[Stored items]

"""A block of the system as integer tables, and its image at numeric parameters modulo a prime.

The parameters are eps and all ratios but the one, x, in which the block is a differential system.
"""

from __future__ import annotations

from collections.abc import Sequence
from dataclasses import dataclass

import flint

from ibpred.epsform.form import Matrix
from ibpred.epsform.lattices.pencil import ModularPolynomial, Pencil
from ibpred.epsform.places import Place, places_of
from ibpred.exact.rational import Polynomial, Ring

Terms = tuple[tuple[tuple[int, ...], int, int], ...]
"""A polynomial: (powers of the parameters, power of x, coefficient)."""


@dataclass(frozen=True)
class Pattern:
    """A block as integer tables, ready for evaluation at numeric parameters modulo a prime.

    Attributes
    ----------
    ring, name
        The ring of the block and the variable x.
    parameters
        The other variables, eps first.
    numerators, denominator
        The block over one common denominator.
    places, place_terms
        The finite poles.
    """

    ring: Ring
    name: str
    parameters: tuple[str, ...]
    numerators: tuple[tuple[Terms, ...], ...]
    denominator: Terms
    places: tuple[Place, ...]
    place_terms: tuple[Terms, ...]


def block_pattern(matrix: Matrix, ring: Ring, name: str) -> Pattern:
    """Tables of a block over one common denominator."""
    common = ring.context.constant(1)
    entries = [e for row in matrix for e in row]
    for entry in entries:
        common = common * (entry.denominator / common.gcd(entry.denominator))
    places = places_of(entries, ring, name)
    parameters = ("eps", *(n for n in ring.names if n not in ("eps", name)))

    def terms(polynomial: Polynomial) -> Terms:
        order = [ring.index(n) for n in parameters]
        x = ring.index(name)
        return tuple(
            (tuple(int(exponents[i]) for i in order), int(exponents[x]), int(coefficient))
            for exponents, coefficient in polynomial.to_dict().items()
        )

    numerators = tuple(tuple(terms(e.numerator * (common / e.denominator)) for e in row) for row in matrix)
    polynomials = tuple(terms(p.polynomial) for p in places)
    return Pattern(ring, name, parameters, numerators, terms(common), places, polynomials)


def _image(terms: Terms, powers: Sequence[Sequence[int]], prime: int) -> ModularPolynomial:
    """A polynomial in x modulo the prime, the powers of each parameter given."""
    values = [0] * (max((x for _, x, _ in terms), default=0) + 1)
    for exponents, x, coefficient in terms:
        for exponent, table in zip(exponents, powers, strict=True):
            if exponent:
                coefficient = coefficient * table[exponent] % prime
        values[x] += coefficient
    return flint.nmod_poly([v % prime for v in values], prime)


def _powers(pattern: Pattern, values: Sequence[int], prime: int) -> list[list[int]]:
    tables = [*(t for row in pattern.numerators for t in row), pattern.denominator, *pattern.place_terms]
    found = []
    for k, value in enumerate(values):
        top = max((e[k] for table in tables for e, _, _ in table), default=0)
        powers = [1]
        for _ in range(top):
            powers.append(powers[-1] * value % prime)
        found.append(powers)
    return found


def _points(pattern: Pattern, powers: Sequence[Sequence[int]], prime: int) -> list[tuple[int, int]] | None:
    """(index of the place, root) for all roots; None where a place does not split or two meet."""
    found: list[tuple[int, int]] = []
    for index, (place, terms) in enumerate(zip(pattern.places, pattern.place_terms, strict=True)):
        roots = _image(terms, powers, prime).roots()
        if len(roots) != place.degree:
            return None
        found.extend((index, int(root)) for root, _ in sorted((int(r), m) for r, m in roots))
    return found if len({point for _, point in found}) == len(found) else None


def splits(pattern: Pattern, prime: int) -> bool:
    """Whether the places without parameters have all their roots modulo the prime."""
    for place, terms in zip(pattern.places, pattern.place_terms, strict=True):
        if any(any(exponents) for exponents, _, _ in terms):
            continue
        if len(_image(terms, [[1]] * len(pattern.parameters), prime).roots()) != place.degree:
            return False
    return True


def pencil_at(
    pattern: Pattern, values: Sequence[int], prime: int
) -> tuple[Pencil, list[tuple[int, int]]] | None:
    """The system at numeric parameters and its poles; None where these do not split or two of them meet."""
    powers = _powers(pattern, values, prime)
    points = _points(pattern, powers, prime)
    if points is None:
        return None
    numerators = tuple(tuple(_image(t, powers, prime) for t in row) for row in pattern.numerators)
    return Pencil(prime, numerators, _image(pattern.denominator, powers, prime)), points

▶ _TASK DETAILS_:
Each line of the data must be set down again as it is.

▶ _EXPECTED ANSWER_:
"""A block of the system as integer tables, and its image at numeric parameters modulo a prime.

The parameters are eps and all ratios but the one, x, in which the block is a differential system.
"""

from __future__ import annotations

from collections.abc import Sequence
from dataclasses import dataclass

import flint

from ibpred.epsform.form import Matrix
from ibpred.epsform.lattices.pencil import ModularPolynomial, Pencil
from ibpred.epsform.places import Place, places_of
from ibpred.exact.rational import Polynomial, Ring

Terms = tuple[tuple[tuple[int, ...], int, int], ...]
"""A polynomial: (powers of the parameters, power of x, coefficient)."""


@dataclass(frozen=True)
class Pattern:
    """A block as integer tables, ready for evaluation at numeric parameters modulo a prime.

    Attributes
    ----------
    ring, name
        The ring of the block and the variable x.
    parameters
        The other variables, eps first.
    numerators, denominator
        The block over one common denominator.
    places, place_terms
        The finite poles.
    """

    ring: Ring
    name: str
    parameters: tuple[str, ...]
    numerators: tuple[tuple[Terms, ...], ...]
    denominator: Terms
    places: tuple[Place, ...]
    place_terms: tuple[Terms, ...]


def block_pattern(matrix: Matrix, ring: Ring, name: str) -> Pattern:
    """Tables of a block over one common denominator."""
    common = ring.context.constant(1)
    entries = [e for row in matrix for e in row]
    for entry in entries:
        common = common * (entry.denominator / common.gcd(entry.denominator))
    places = places_of(entries, ring, name)
    parameters = ("eps", *(n for n in ring.names if n not in ("eps", name)))

    def terms(polynomial: Polynomial) -> Terms:
        order = [ring.index(n) for n in parameters]
        x = ring.index(name)
        return tuple(
            (tuple(int(exponents[i]) for i in order), int(exponents[x]), int(coefficient))
            for exponents, coefficient in polynomial.to_dict().items()
        )

    numerators = tuple(tuple(terms(e.numerator * (common / e.denominator)) for e in row) for row in matrix)
    polynomials = tuple(terms(p.polynomial) for p in places)
    return Pattern(ring, name, parameters, numerators, terms(common), places, polynomials)


def _image(terms: Terms, powers: Sequence[Sequence[int]], prime: int) -> ModularPolynomial:
    """A polynomial in x modulo the prime, the powers of each parameter given."""
    values = [0] * (max((x for _, x, _ in terms), default=0) + 1)
    for exponents, x, coefficient in terms:
        for exponent, table in zip(exponents, powers, strict=True):
            if exponent:
                coefficient = coefficient * table[exponent] % prime
        values[x] += coefficient
    return flint.nmod_poly([v % prime for v in values], prime)


def _powers(pattern: Pattern, values: Sequence[int], prime: int) -> list[list[int]]:
    tables = [*(t for row in pattern.numerators for t in row), pattern.denominator, *pattern.place_terms]
    found = []
    for k, value in enumerate(values):
        top = max((e[k] for table in tables for e, _, _ in table), default=0)
        powers = [1]
        for _ in range(top):
            powers.append(powers[-1] * value % prime)
        found.append(powers)
    return found


def _points(pattern: Pattern, powers: Sequence[Sequence[int]], prime: int) -> list[tuple[int, int]] | None:
    """(index of the place, root) for all roots; None where a place does not split or two meet."""
    found: list[tuple[int, int]] = []
    for index, (place, terms) in enumerate(zip(pattern.places, pattern.place_terms, strict=True)):
        roots = _image(terms, powers, prime).roots()
        if len(roots) != place.degree:
            return None
        found.extend((index, int(root)) for root, _ in sorted((int(r), m) for r, m in roots))
    return found if len({point for _, point in found}) == len(found) else None


def splits(pattern: Pattern, prime: int) -> bool:
    """Whether the places without parameters have all their roots modulo the prime."""
    for place, terms in zip(pattern.places, pattern.place_terms, strict=True):
        if any(any(exponents) for exponents, _, _ in terms):
            continue
        if len(_image(terms, [[1]] * len(pattern.parameters), prime).roots()) != place.degree:
            return False
    return True


def pencil_at(
    pattern: Pattern, values: Sequence[int], prime: int
) -> tuple[Pencil, list[tuple[int, int]]] | None:
    """The system at numeric parameters and its poles; None where these do not split or two of them meet."""
    powers = _powers(pattern, values, prime)
    points = _points(pattern, powers, prime)
    if points is None:
        return None
    numerators = tuple(tuple(_image(t, powers, prime) for t in row) for row in pattern.numerators)
    return Pencil(prime, numerators, _image(pattern.denominator, powers, prime)), points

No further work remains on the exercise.